* _The task_
Output the data as it stands. Each line must match exactly.

Stored data entries:
**********
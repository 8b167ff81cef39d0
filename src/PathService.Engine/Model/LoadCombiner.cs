namespace PathService.Engine.Model;

/// <summary>
/// Resolves load sets, self-weight and the factored combination into the two nodal load vectors the engine uses:
/// F_const and F_ref (full vectors, 3 per node). Self-weight of a bar, ρ·A0·L0·g, goes half to each end node.
/// </summary>
internal static class LoadCombiner
{
    public static (double[] Constant, double[] Reference) Resolve(ModelDefinition def, Func<string, int> nodeIndex, double[] barLength)
    {
        int n = def.Nodes.Count;
        var constant = new double[3 * n];
        var reference = new double[3 * n];
        Add(constant, def.Loads.Constant, 1.0, nodeIndex);
        Add(reference, def.Loads.Reference, 1.0, nodeIndex);
        if (def.Combination is { } combo)
        {
            var loadSets = def.LoadSets.ToDictionary(p => p.Name, StringComparer.Ordinal);
            foreach (var pf in combo.Constant) AddLoadSet(constant, def, loadSets[pf.LoadSet], pf.Factor, nodeIndex, barLength);
            foreach (var pf in combo.Reference) AddLoadSet(reference, def, loadSets[pf.LoadSet], pf.Factor, nodeIndex, barLength);
        }
        return (constant, reference);
    }

    private static void AddLoadSet(double[] f, ModelDefinition def, LoadSet p, double factor, Func<string, int> nodeIndex, double[] barLength)
    {
        Add(f, p.Loads, factor, nodeIndex);
        if (!p.SelfWeight) return;
        var (gx, gy, gz) = def.Gravity;
        for (int b = 0; b < def.Bars.Count; b++)
        {
            var bar = def.Bars[b];
            double half = 0.5 * factor * bar.Density * bar.Area * barLength[b];
            foreach (int node in new[] { nodeIndex(bar.StartNode), nodeIndex(bar.EndNode) })
            {
                f[3 * node] += half * gx;
                f[3 * node + 1] += half * gy;
                f[3 * node + 2] += half * gz;
            }
        }
    }

    private static void Add(double[] f, IReadOnlyList<NodalLoad> loads, double factor, Func<string, int> nodeIndex)
    {
        foreach (var l in loads)
        {
            int k = nodeIndex(l.Node);
            f[3 * k] += factor * l.Fx;
            f[3 * k + 1] += factor * l.Fy;
            f[3 * k + 2] += factor * l.Fz;
        }
    }
}
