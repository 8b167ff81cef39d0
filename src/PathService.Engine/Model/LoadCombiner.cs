namespace PathService.Engine.Model;

/// <summary>
/// Resolves load sets, self-weight and the factored combination into the two nodal load vectors the engine uses:
/// F_const and F_ref (full vectors in the layout of the DofMap; moments go to the rotations of rotating nodes). Self-weight of a bar, ρ·A0·L0·g, goes half to each end node.
/// </summary>
internal static class LoadCombiner
{
    public static (double[] Constant, double[] Reference) Resolve(ModelDefinition def, Func<string, int> nodeIndex, double[] barLength, DofMap dofs)
    {
        Func<string, int> offset = id => dofs.Offset[nodeIndex(id)];
        var constant = new double[dofs.FullCount];
        var reference = new double[dofs.FullCount];
        Add(constant, def.Loads.Constant, 1.0, offset);
        Add(reference, def.Loads.Reference, 1.0, offset);
        if (def.Combination is { } combo)
        {
            var loadSets = def.LoadSets.ToDictionary(p => p.Name, StringComparer.Ordinal);
            foreach (var pf in combo.Constant) AddLoadSet(constant, def, loadSets[pf.LoadSet], pf.Factor, offset, barLength);
            foreach (var pf in combo.Reference) AddLoadSet(reference, def, loadSets[pf.LoadSet], pf.Factor, offset, barLength);
        }
        return (constant, reference);
    }

    /// <param name="offset">First full DOF of a node id.</param>
    private static void AddLoadSet(double[] f, ModelDefinition def, LoadSet p, double factor, Func<string, int> offset, double[] barLength)
    {
        Add(f, p.Loads, factor, offset);
        if (!p.SelfWeight) return;
        var (gx, gy, gz) = def.Gravity;
        for (int b = 0; b < def.Bars.Count; b++)
        {
            var bar = def.Bars[b];
            double half = 0.5 * factor * bar.Density * bar.Area * barLength[b];
            foreach (int o in new[] { offset(bar.StartNode), offset(bar.EndNode) })
            {
                f[o] += half * gx;
                f[o + 1] += half * gy;
                f[o + 2] += half * gz;
            }
        }
    }

    private static void Add(double[] f, IReadOnlyList<NodalLoad> loads, double factor, Func<string, int> offset)
    {
        foreach (var l in loads)
        {
            int o = offset(l.Node);
            f[o] += factor * l.Fx;
            f[o + 1] += factor * l.Fy;
            f[o + 2] += factor * l.Fz;
            // Moments only where the node rotates (validation rejects them elsewhere).
            if (!l.HasMoment) continue;
            f[o + 3] += factor * l.Mx;
            f[o + 4] += factor * l.My;
            f[o + 5] += factor * l.Mz;
        }
    }
}
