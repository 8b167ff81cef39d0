namespace PathService.Engine.Elements;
**********
* _Answer to this exercise_
repository 8b167ff81cef39d0
filename src/PathService.Engine/Model/LoadCombiner.cs
namespace PathService.Engine.Model;

/// <summary>
/// Resolves load sets, self-weight and the factored combination into the two nodal load vectors the engine uses:
/// F_const and F_ref (full vectors, 3 per node). Self-weight of a bar, ρ·A0·L0·g, goes half to each end node.
/// </summary>
internal static class LoadCombiner
{
    public static (double[] Constant, double[] Reference) Resolve(ModelDefinition def, Func<string, int> nodeIndex, double[] barLength)
    {
        int n = def.Nodes.Count;
        var constant = new double[3 * n];
        var reference = new double[3 * n];
        Add(constant, def.Loads.Constant, 1.0, nodeIndex);
        Add(reference, def.Loads.Reference, 1.0, nodeIndex);
        if (def.Combination is { } combo)
        {
            var loadSets = def.LoadSets.ToDictionary(p => p.Name, StringComparer.Ordinal);
            foreach (var pf in combo.Constant) AddLoadSet(constant, def, loadSets[pf.LoadSet], pf.Factor, nodeIndex, barLength);
            foreach (var pf in combo.Reference) AddLoadSet(reference, def, loadSets[pf.LoadSet], pf.Factor, nodeIndex, barLength);
        }
        return (constant, reference);
    }

    private static void AddLoadSet(double[] f, ModelDefinition def, LoadSet p, double factor, Func<string, int> nodeIndex, double[] barLength)
    {
        Add(f, p.Loads, factor, nodeIndex);
        if (!p.SelfWeight) return;
        var (gx, gy, gz) = def.Gravity;
        for (int b = 0; b < def.Bars.Count; b++)
        {
            var bar = def.Bars[b];
            double half = 0.5 * factor * bar.Density * bar.Area * barLength[b];
            foreach (int node in new[] { nodeIndex(bar.StartNode), nodeIndex(bar.EndNode) })
            {
                f[3 * node] += half * gx;
                f[3 * node + 1] += half * gy;
                f[3 * node + 2] += half * gz;
            }
        }
    }

    private static void Add(double[] f, IReadOnlyList<NodalLoad> loads, double factor, Func<string, int> nodeIndex)
    {
        foreach (var l in loads)
        {
            int k = nodeIndex(l.Node);
            f[3 * k] += factor * l.Fx;
            f[3 * k + 1] += factor * l.Fy;
            f[3 * k + 2] += factor * l.Fz;
        }
    }
}
repository 8b167ff81cef39d0
filename src/PathService.Engine/Model/LoadCombiner.cs
namespace PathService.Engine.Model;

/// <summary>
/// Resolves load sets, self-weight and the factored combination into the two nodal load vectors the engine uses:
/// F_const and F_ref (full vectors in the layout of the DofMap; moments go to the rotations of rotating nodes). Self-weight of a bar, ρ·A0·L0·g, goes half to each end node.
/// </summary>
internal static class LoadCombiner
{
    public static (double[] Constant, double[] Reference) Resolve(ModelDefinition def, Func<string, int> nodeIndex, double[] barLength, DofMap dofs)
    {
        Func<string, int> offset = id => dofs.Offset[nodeIndex(id)];
        var constant = new double[dofs.FullCount];
        var reference = new double[dofs.FullCount];
        Add(constant, def.Loads.Constant, 1.0, offset);
        Add(reference, def.Loads.Reference, 1.0, offset);
        if (def.Combination is { } combo)
        {
            var loadSets = def.LoadSets.ToDictionary(p => p.Name, StringComparer.Ordinal);
            foreach (var pf in combo.Constant) AddLoadSet(constant, def, loadSets[pf.LoadSet], pf.Factor, offset, barLength);
            foreach (var pf in combo.Reference) AddLoadSet(reference, def, loadSets[pf.LoadSet], pf.Factor, offset, barLength);
        }
        return (constant, reference);
    }

    /// <param name="offset">First full DOF of a node id.</param>
    private static void AddLoadSet(double[] f, ModelDefinition def, LoadSet p, double factor, Func<string, int> offset, double[] barLength)
    {
        Add(f, p.Loads, factor, offset);
        if (!p.SelfWeight) return;
        var (gx, gy, gz) = def.Gravity;
        for (int b = 0; b < def.Bars.Count; b++)
        {
            var bar = def.Bars[b];
            double half = 0.5 * factor * bar.Density * bar.Area * barLength[b];
            foreach (int o in new[] { offset(bar.StartNode), offset(bar.EndNode) })
            {
                f[o] += half * gx;
                f[o + 1] += half * gy;
                f[o + 2] += half * gz;
            }
        }
    }

    private static void Add(double[] f, IReadOnlyList<NodalLoad> loads, double factor, Func<string, int> offset)
    {
        foreach (var l in loads)
        {
            int o = offset(l.Node);
            f[o] += factor * l.Fx;
            f[o + 1] += factor * l.Fy;
            f[o + 2] += factor * l.Fz;
            // Moments only where the node rotates (validation rejects them elsewhere).
            if (!l.HasMoment) continue;
            f[o + 3] += factor * l.Mx;
            f[o + 4] += factor * l.My;
            f[o + 5] += factor * l.Mz;
        }
    }
}
repository 8b167ff81cef39d0
namespace PathService.Engine.Elements;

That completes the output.